# Lake Saint Mary's Catfish Basketball



## BigLunkerSOB

I'm sure others have seen this story, but a friend sent it to me in email and I had to share this one. Hell, these pics might be from someone on this site. Pretty Funny story! 

A Fish Story.........

A guy who lives at Lake Saint Mary's (60 miles north of Dayton, OH ) saw a ball bouncing around kind of strange in the lake and went to investigate. It turned out to be a flathead catfish that had apparently tried to swallow a basketball which became stuck in its mouth!!

The fish was totally exhausted from trying to dive, but unable to, because the ball would always bring him back up to the surface. The guy tried numerous times to get the ball out, but was unsuccessful. He finally had his wife cut the ball in order to deflate it and release the hungry catfish.

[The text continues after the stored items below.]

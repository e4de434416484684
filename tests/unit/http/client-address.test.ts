// The client-address reader: forwarded headers count only from configured proxies (CIDRs, IPv4/6).
import { describe, expect, it } from "vitest";
import {
  PEER_ADDRESS_HEADER,
  UNKNOWN_ADDRESS,
  clientAddress,
  normaliseAddress,
  parseTrustedProxies,
  resolveClientAddress,
} from "@/lib/http/client-address";

const proxies = parseTrustedProxies("127.0.0.1, 10.0.0.0/8, fd00::/8");
const none = parseTrustedProxies(undefined);

describe("parseTrustedProxies", () => {
  it("accepts addresses and CIDR ranges of both families, with spaces and empty entries", () => {
    expect(parseTrustedProxies(" 192.168.0.0/16 ,, ::1 , 2001:db8::/32").entries).toEqual([
      "192.168.0.0/16",
      "::1",
      "2001:db8::/32",
    ]);
  });

  it.each(["localhost", "10.0.0.0/33", "10.0.0.0/x", "::1/129", "1.2.3.4/8/8", "300.1.1.1"])(
    "refuses %s with a RangeError that names it",
    (entry) => {
      expect(() => parseTrustedProxies(`127.0.0.1,${entry}`)).toThrow(RangeError);
      expect(() => parseTrustedProxies(entry)).toThrow(entry);
    },
  );
});

describe("normaliseAddress", () => {
  it.each([
    ["::ffff:10.1.2.3", "10.1.2.3"],
    ["10.1.2.3:5123", "10.1.2.3"],
    ["[2001:DB8::1]:443", "2001:db8::1"],
    ["fe80::1%eth0", "fe80::1"],
    [" 192.0.2.7 ", "192.0.2.7"],
  ])("%s → %s", (text, expected) => {
    expect(normaliseAddress(text)).toBe(expected);
  });

  it.each(["", "unknown", "evil.example", "1.2.3", null, undefined])(
    "%s is not an address",
    (text) => {
      expect(normaliseAddress(text)).toBeNull();
    },
  );
});

describe("resolveClientAddress", () => {
  it("ignores X-Forwarded-For and X-Real-IP from an untrusted peer", () => {
    expect(
      resolveClientAddress({
        peer: "203.0.113.9",
        forwardedFor: "198.51.100.1",
        realIp: "198.51.100.2",
        trusted: proxies,
      }),
    ).toBe("203.0.113.9");
  });

  it("ignores them when no proxy is configured at all, even from loopback", () => {
    expect(
      resolveClientAddress({ peer: "127.0.0.1", forwardedFor: "198.51.100.1", trusted: none }),
    ).toBe("127.0.0.1");
  });

  it("takes the entry the trusted proxy appended, not the one a client wrote on the left", () => {
    // The client sent "X-Forwarded-For: 1.1.1.1"; the proxy appended the address it saw.
    expect(
      resolveClientAddress({
        peer: "127.0.0.1",
        forwardedFor: "1.1.1.1, 198.51.100.4",
        trusted: proxies,
      }),
    ).toBe("198.51.100.4");
  });

  it("walks past a chain of trusted proxies inside a CIDR range", () => {
    expect(
      resolveClientAddress({
        peer: "10.0.0.2",
        forwardedFor: "1.1.1.1, 198.51.100.4, 10.9.8.7",
        trusted: proxies,
      }),
    ).toBe("198.51.100.4");
  });

  it("uses the leftmost entry when every hop is a trusted proxy", () => {
    expect(
      resolveClientAddress({
        peer: "127.0.0.1",
        forwardedFor: "10.1.1.1, 10.2.2.2",
        trusted: proxies,
      }),
    ).toBe("10.1.1.1");
  });

  it("stops at a hop that is not an address and keeps the last good one", () => {
    expect(
      resolveClientAddress({
        peer: "127.0.0.1",
        forwardedFor: "198.51.100.4, <script>",
        trusted: proxies,
      }),
    ).toBe("127.0.0.1");
  });

  it("uses X-Real-IP from a trusted proxy that sends no X-Forwarded-For", () => {
    expect(
      resolveClientAddress({ peer: "::ffff:127.0.0.1", realIp: "198.51.100.8", trusted: proxies }),
    ).toBe("198.51.100.8");
  });

  it("trusts IPv6 proxies by range", () => {
    expect(
      resolveClientAddress({ peer: "fd12::3", forwardedFor: "2001:db8::5", trusted: proxies }),
    ).toBe("2001:db8::5");
    expect(
      resolveClientAddress({ peer: "2001:db8::9", forwardedFor: "2001:db8::5", trusted: proxies }),
    ).toBe("2001:db8::9");
  });

  it("names one shared unknown address when the peer is missing", () => {
    expect(
      resolveClientAddress({ peer: undefined, forwardedFor: "198.51.100.4", trusted: proxies }),
    ).toBe(UNKNOWN_ADDRESS);
  });
});

describe("clientAddress(headers)", () => {
  it("reads the peer header the server hook sets and the forwarded headers", () => {
    const headers = new Headers({
      [PEER_ADDRESS_HEADER]: "127.0.0.1",
      "x-forwarded-for": "198.51.100.4",
    });
    expect(clientAddress(headers, proxies)).toBe("198.51.100.4");
    expect(clientAddress(headers, none)).toBe("127.0.0.1");
  });

  it("rotating X-Forwarded-For from an untrusted peer always yields the same address", () => {
    const seen = new Set(
      ["1.1.1.1", "2.2.2.2", "3.3.3.3, 4.4.4.4", ""].map((forwarded) =>
        clientAddress(
          new Headers({ [PEER_ADDRESS_HEADER]: "203.0.113.50", "x-forwarded-for": forwarded }),
          proxies,
        ),
      ),
    );
    expect([...seen]).toEqual(["203.0.113.50"]);
  });
});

You probably wouldn't have believed this, if you hadn't seen the following pictures:

Be kinder than necessary because everyone bites off more than they can chew sometime in life...


----------



## Jjju187

That is hilarious, thanks for sharing the story


----------



## gryan1966

Sorry but its not from GLSM

http://www.snopes.com/photos/animals/catchfish.asp


----------



## H2O Mellon

Man this is the 3,123 rd time this has shown up.


----------



## mastercatman

H2O Mellon said:


> Man this is the 3,123 rd time this has shown up.


I agree, dead story! Ridiculous how long that has circulated and now it's from GLSM! LOL!


----------